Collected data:
·····

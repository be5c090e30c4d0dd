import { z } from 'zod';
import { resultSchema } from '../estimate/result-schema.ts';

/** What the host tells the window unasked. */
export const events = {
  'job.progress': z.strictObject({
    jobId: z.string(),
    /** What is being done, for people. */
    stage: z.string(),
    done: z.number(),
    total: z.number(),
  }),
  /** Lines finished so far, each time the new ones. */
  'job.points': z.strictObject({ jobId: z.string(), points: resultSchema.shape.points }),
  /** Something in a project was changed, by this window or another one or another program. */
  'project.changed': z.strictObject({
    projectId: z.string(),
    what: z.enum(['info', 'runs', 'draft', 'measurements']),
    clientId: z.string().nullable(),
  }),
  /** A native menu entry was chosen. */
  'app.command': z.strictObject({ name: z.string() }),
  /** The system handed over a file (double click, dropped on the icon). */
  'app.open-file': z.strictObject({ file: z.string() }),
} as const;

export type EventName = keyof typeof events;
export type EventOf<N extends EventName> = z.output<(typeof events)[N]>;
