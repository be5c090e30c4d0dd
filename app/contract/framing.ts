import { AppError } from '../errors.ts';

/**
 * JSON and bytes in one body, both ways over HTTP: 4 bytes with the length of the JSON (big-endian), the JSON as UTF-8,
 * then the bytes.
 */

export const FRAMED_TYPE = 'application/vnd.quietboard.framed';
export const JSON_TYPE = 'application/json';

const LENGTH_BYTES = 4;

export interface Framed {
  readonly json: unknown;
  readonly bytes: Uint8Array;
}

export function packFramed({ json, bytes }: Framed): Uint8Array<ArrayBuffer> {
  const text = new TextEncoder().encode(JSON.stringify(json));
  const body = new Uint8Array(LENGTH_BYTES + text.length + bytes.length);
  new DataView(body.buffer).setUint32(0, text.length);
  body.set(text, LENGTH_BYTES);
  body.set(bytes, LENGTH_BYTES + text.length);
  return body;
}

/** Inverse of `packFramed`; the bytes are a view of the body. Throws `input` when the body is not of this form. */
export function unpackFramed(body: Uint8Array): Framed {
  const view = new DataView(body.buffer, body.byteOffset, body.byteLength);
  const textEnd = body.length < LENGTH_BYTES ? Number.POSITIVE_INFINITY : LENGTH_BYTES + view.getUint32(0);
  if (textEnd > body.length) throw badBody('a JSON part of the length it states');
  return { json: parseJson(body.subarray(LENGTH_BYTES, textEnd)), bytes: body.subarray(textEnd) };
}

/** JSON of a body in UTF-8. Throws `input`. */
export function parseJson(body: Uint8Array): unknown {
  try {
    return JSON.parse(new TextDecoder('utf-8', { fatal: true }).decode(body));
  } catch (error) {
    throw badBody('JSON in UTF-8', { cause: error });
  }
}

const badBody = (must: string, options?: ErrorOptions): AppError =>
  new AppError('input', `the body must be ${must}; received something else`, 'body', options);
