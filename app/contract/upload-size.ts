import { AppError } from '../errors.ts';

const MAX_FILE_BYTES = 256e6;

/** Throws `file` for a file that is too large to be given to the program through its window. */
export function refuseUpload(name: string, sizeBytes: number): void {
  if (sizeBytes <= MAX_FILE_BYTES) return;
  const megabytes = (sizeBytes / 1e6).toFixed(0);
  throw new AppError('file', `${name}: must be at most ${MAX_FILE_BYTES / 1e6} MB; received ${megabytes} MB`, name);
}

·····

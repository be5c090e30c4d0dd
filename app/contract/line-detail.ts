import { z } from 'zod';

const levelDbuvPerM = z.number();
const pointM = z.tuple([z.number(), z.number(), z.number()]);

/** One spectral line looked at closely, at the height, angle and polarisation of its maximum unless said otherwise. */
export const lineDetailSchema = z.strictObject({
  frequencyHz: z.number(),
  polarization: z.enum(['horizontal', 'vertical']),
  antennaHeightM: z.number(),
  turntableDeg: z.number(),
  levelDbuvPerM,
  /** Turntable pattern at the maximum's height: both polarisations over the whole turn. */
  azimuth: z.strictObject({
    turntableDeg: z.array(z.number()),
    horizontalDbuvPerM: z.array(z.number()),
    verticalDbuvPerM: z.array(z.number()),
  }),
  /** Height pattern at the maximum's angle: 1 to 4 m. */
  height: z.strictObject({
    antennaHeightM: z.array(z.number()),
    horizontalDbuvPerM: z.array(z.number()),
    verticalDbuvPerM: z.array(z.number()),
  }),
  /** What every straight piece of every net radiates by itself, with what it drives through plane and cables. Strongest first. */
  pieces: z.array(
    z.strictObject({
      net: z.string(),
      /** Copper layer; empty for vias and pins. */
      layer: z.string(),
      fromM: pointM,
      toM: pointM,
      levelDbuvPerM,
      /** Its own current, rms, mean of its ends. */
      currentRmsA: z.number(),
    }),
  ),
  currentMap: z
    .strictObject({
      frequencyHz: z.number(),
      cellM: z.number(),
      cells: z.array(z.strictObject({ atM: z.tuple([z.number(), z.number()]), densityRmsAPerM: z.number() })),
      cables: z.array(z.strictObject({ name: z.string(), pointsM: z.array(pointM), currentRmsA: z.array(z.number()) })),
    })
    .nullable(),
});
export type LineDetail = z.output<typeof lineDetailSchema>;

·····

Look above for the line with "throw badBody('JSON in" and the line with "sizeBytes: number): void". Retype those two lines and every line between them exactly, adding nothing.

    throw badBody('JSON in UTF-8', { cause: error });
  }
}

const badBody = (must: string, options?: ErrorOptions): AppError =>
  new AppError('input', `the body must be ${must}; received something else`, 'body', options);
filename app/contract/upload-size.ts
import { AppError } from '../errors.ts';

const MAX_FILE_BYTES = 256e6;

/** Throws `file` for a file that is too large to be given to the program through its window. */
export function refuseUpload(name: string, sizeBytes: number): void {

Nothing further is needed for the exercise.